Hi Paul,
Does your book cover use cases where functional programming is a better approach ?
Sure, since functional programming is always a better approach
More seriously, this is highly subjective. It depends upon your own criteria. If you think about performance, the goal of functional programmers is often to do as well (or nearly as well) as the imperative version. However, some functional programs are faster than their imperative counterpart. But in general, functional programs are a bit slower.

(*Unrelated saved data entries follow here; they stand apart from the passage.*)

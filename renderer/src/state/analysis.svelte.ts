// Fits (from the worker, price-free) and everything re-priced from them on the main thread.
import { untrack } from 'svelte';
import type { BlockTerms, ModelName } from '../../../shared/models/modelTypes';
import { ILLUSTRATIVE_PRICES, canonicalPrices } from '../analysis/priceInputs';
import { chooseSiteModels } from '../../../shared/analysis/chooseSiteModels';
import type { PlotTable } from '../../../shared/table/plotTable';
import { regionalAtPrices, siteLeads, siteOptima, type SiteOptimum } from '../analysis/pricing';
import {
  poolingTests,
  siteViews,
  type AnalysisOutput,
  type SiteAnalysis,
} from '../analysis/siteAnalysis';
import { JobFailedError } from '../lib/workerProtocol';
import type { Jobs } from './jobs.svelte';
import type { Messages } from './messages.svelte';
import type { Prices } from './prices.svelte';

export class Analysis {
  output = $state.raw<AnalysisOutput | null>(null);
  /** Site → the model the user chose to lead (else the pipeline's recommendation model). */
  choices = $state<Record<string, ModelName>>({});
  blocks = $state<BlockTerms>('fixed');
  selectedSite = $state<string | null>(null);
  /** True when the user stopped the fits before they finished. */
  stopped = $state(false);
  /** Site → interval of the leading model's optimum, kg/ha (bootstrap, at the current prices). */
  intervals = $state.raw<Record<string, [number, number]>>({});
  /** The table the current output was fitted to (identity), to skip refitting the same one. */
  #fittedTable: PlotTable | null = null;
  #fittedBlocks: BlockTerms | null = null;

  readonly #jobs: Jobs;
  readonly #messages: Messages;
  readonly #prices: Prices;

  constructor(jobs: Jobs, messages: Messages, prices: Prices) {
    this.#jobs = jobs;
    this.#messages = messages;
    this.#prices = prices;
  }

  /** The sites as the screen shows them (plots beside the pipeline's fits and tests). */
  sites: SiteAnalysis[] = $derived(this.output ? siteViews(this.output) : []);

  /** The common-response tests of the all-sites step. */
  pooling = $derived(this.output ? poolingTests(this.output.analysis) : []);

  /**
   * Site → leading model: the user's pick, else the pipeline's recommendation model. It does
   * not depend on prices, so what depends on leads alone (the regional gains, the overlay of
   * curves) is not rebuilt while a price slider moves.
   */
  leads: Record<string, ModelName | null> = $derived(
    this.output ? siteLeads(this.output.analysis, this.choices) : {},
  );

  /** The pipeline's analysis with the user's models: rebuilt only when fits or choices change. */
  #chosen = $derived(this.output ? chooseSiteModels(this.output.analysis, this.choices) : null);

  optima: SiteOptimum[] = $derived.by(() => {
    const priced = this.#prices.canonical;
    if (!priced.ok) return [];
    return siteOptima(this.sites, this.leads, priced.prices);
  });

  regional = $derived.by(() => {
    const priced = this.#prices.canonical;
    return priced.ok && this.#chosen ? regionalAtPrices(this.#chosen, priced.prices) : null;
  });

  /** The analysis of the selected site (the first one when none is selected). */
  site = $derived(this.sites.find((s) => s.site === this.selectedSite) ?? this.sites[0] ?? null);

  siteOptimum = $derived(this.optima.find((o) => o.site === this.site?.site) ?? null);

  /** The leading model of a site at the current prices. */
  leadOf(site: string): ModelName | null {
    return this.leads[site] ?? null;
  }

  /**
   * Fits the table in the worker (cancelling a fit still running). A table
   * with no plots clears the results.
   */
  async run(table: PlotTable | null): Promise<void> {
    if (table === this.#fittedTable && this.blocks === this.#fittedBlocks) return;
    this.#fittedTable = table;
    this.#fittedBlocks = this.blocks;
    if (!table || table.plots.length === 0) {
      this.output = null;
      return;
    }
    this.intervals = {};
    this.stopped = false;
    try {
      // Any valid prices do for the first pricing: the window re-prices without refitting.
      const priced = untrack(() => this.#prices.canonical);
      const output = await this.#jobs.run<AnalysisOutput>('Fitting sites', 'analyze', {
        table: $state.snapshot(table),
        blocks: this.blocks,
        prices: priced.ok ? { ...priced.prices } : canonicalPrices(ILLUSTRATIVE_PRICES),
      });
      if (output && this.#fittedTable === table) this.output = output;
      if (!output && this.#fittedTable === table) {
        // Stopped from the status bar: forget the table so "Fit again" (or any change) refits it.
        this.#fittedTable = null;
        this.output = null;
        this.stopped = true;
      }
    } catch (error) {
      const detail = error instanceof JobFailedError ? error.message : String(error);
      this.#messages.add('error', 'The fits could not be completed', detail);
    }
  }

  /**
   * Bootstraps every site's optimum interval in the worker at the current
   * prices and leading models (cancelling a run still going).
   */
  async refreshIntervals(): Promise<void> {
    const output = this.output;
    const priced = this.#prices.canonical;
    if (!output || !priced.ok) return;
    const leads = untrack(() => this.leads);
    const sites = untrack(() => this.sites).flatMap((s, index) => {
      const model = leads[s.site];
      const blocks = output.analysis.sites[index].blocks;
      return model
        ? [
            {
              site: s.site,
              index,
              model,
              blocks,
              rateKgHa: s.plots.rateKgHa,
              yieldKgHa: s.plots.yieldKgHa,
              block: s.plots.block,
            },
          ]
        : [];
    });
    try {
      const found = await this.#jobs.run<Record<string, [number, number]>>(
        'Optimum intervals',
        'intervals',
        { sites, prices: { ...priced.prices } },
      );
      if (found && this.output === output) this.intervals = found;
    } catch (error) {
      this.#messages.add('warning', 'The optimum intervals could not be computed', String(error));
    }
  }

  /** The optimum interval of a site's leading model, kg/ha, or null when not computed. */
  intervalFor(site: string): [number, number] | null {
    return this.intervals[site] ?? null;
  }

  /** Picks the model that leads at a site (its optimum, chart and report). */
  choose(site: string, model: ModelName): void {
    this.choices = { ...this.choices, [site]: model };
  }
}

If you think about the time needed to write a program, this is of course also subjective. An imperative programmer will have to struggle to think functionally. So, he will be less productive at first. For an experienced programmer, I would say that writing a somewhat complex functional program that compiles takes a bit longer that its imperative counterpart. The difference is that a program that compiles will have much less bugs. It will have "functional" bugs (nothing related with functional programming, but to programs with incorrect algorithms, for example) but it will rarely have implementation bugs. No unexpected null pointer (BTW, I don't really no what an expected null pointer is!), no concurrent access error, no index out of bound, no class cast exception and so on.

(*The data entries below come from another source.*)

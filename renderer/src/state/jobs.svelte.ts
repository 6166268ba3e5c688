// The window's view of the analysis worker: what runs, how far it is, and cancel.
import { JobCancelledError, JobClient, type Port, type RunningJob } from '../lib/workerProtocol';

export interface JobProgress {
  label: string;
  done: number;
  total: number;
  note: string;
}

export class Jobs {
  /** The most recent job still running, shown in the status bar; null when idle. */
  current = $state<JobProgress | null>(null);
  readonly #client: JobClient;
  /** One running job per lane: a newer request in a lane makes the older answer useless. */
  readonly #lanes: Record<string, { job: RunningJob<unknown>; progress: JobProgress }> = {};

  /** @param port - the analysis Worker */
  constructor(port: Port) {
    this.#client = new JobClient(port);
  }

  /**
   * Runs a job, cancelling the one still running in the same lane.
   * @param label - what the status bar says, e.g. "Analyzing sites"
   * @param kind - the worker's job name
   * @param input - structured-cloneable input
   * @param options - lane: jobs in one lane replace each other (the kind unless told);
   *   onPartial: called with the job's early outputs while it is still the lane's job
   * @returns the output, or null when the job was cancelled
   * @throws JobFailedError when the worker reports a failure
   */
  async run<T, P = never>(
    label: string,
    kind: string,
    input: unknown,
    options: { lane?: string; onPartial?: (output: P) => void } = {},
  ): Promise<T | null> {
    const lane = options.lane ?? kind;
    this.#lanes[lane]?.job.cancel();
    const progress: JobProgress = { label, done: 0, total: 1, note: '' };
    const job = this.#client.run<T, P>(kind, input, {
      onProgress: (done, total, note) => {
        const entry = this.#lanes[lane];
        if (entry?.job !== job) return;
        entry.progress = { label, done, total, note };
        this.#show();
      },
      onPartial: (output) => {
        if (this.#lanes[lane]?.job === job) options.onPartial?.(output);
      },
    });
    this.#lanes[lane] = { job: job as RunningJob<unknown>, progress };
    this.#show();
    try {
      return await job.result;
    } catch (error) {
      if (error instanceof JobCancelledError) return null;
      throw error;
    } finally {
      if (this.#lanes[lane]?.job === job) delete this.#lanes[lane];
      this.#show();
    }
  }

  /** Stops every running job (the status bar's Cancel). */
  cancel(): void {
    for (const lane of Object.keys(this.#lanes)) {
      this.#lanes[lane].job.cancel();
      delete this.#lanes[lane];
    }
    this.#show();
  }

  #show(): void {
    const running = Object.values(this.#lanes);
    this.current = running.length > 0 ? running[running.length - 1].progress : null;
  }
}
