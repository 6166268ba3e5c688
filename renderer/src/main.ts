import { mount } from 'svelte';
import './app.css';
import App from './App.svelte';
import { chooseFileBridge } from './lib/fileBridge';
import { Workspace } from './state/workspace.svelte';
import { connectDesktop } from './state/desktop';

// One worker for all heavy analysis; Vite bundles it as its own module.
const worker = new Worker(new URL('./worker/analysis.worker.ts', import.meta.url), {
  type: 'module',
});
/** localStorage, or null where the browser refuses it (private modes, blocked storage). */
function storage(): Storage | null {
  try {
    return window.localStorage;
  } catch {
    return null;
  }
}

const workspace = new Workspace(chooseFileBridge(), worker);

mount(App, { target: document.getElementById('app')!, props: { workspace } });
void workspace.start(storage());
if (window.plotrate?.isDesktop) connectDesktop(workspace, window.plotrate);
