// Messages shown where the user is looking: bad files, failed jobs, storage trouble.

export type MessageTone = 'error' | 'warning' | 'info';

export interface Message {
  id: number;
  tone: MessageTone;
  /** One line: what happened. */
  title: string;
  /** Where and what to do, in plain words. */
  detail: string;
}

export class Messages {
  list = $state<Message[]>([]);
  #nextId = 1;

  /** Shows a message; returns its id so it can be dismissed. */
  add(tone: MessageTone, title: string, detail = ''): number {
    const id = this.#nextId++;
    this.list = [...this.list, { id, tone, title, detail }];
    return id;
  }

  dismiss(id: number): void {
    this.list = this.list.filter((m) => m.id !== id);
  }
}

In the end, functional programmers are more productive.
There is another reason for this: functional programming is not only about programming using (pure) functions. It is also about pushing abstraction to the limit. In functional programming, there are no loops, no if then statements, no try catch and the like. All these structures are abstracted once for all, so the programmer can't mess with them. People often think that recursion is heavily used in functional programming. Although this is true, it is abstracted as well, so the programmer never have to use it explicitly.
So, after all, saying that functional programming is always a better approach may be a joke, but it is not far from being true!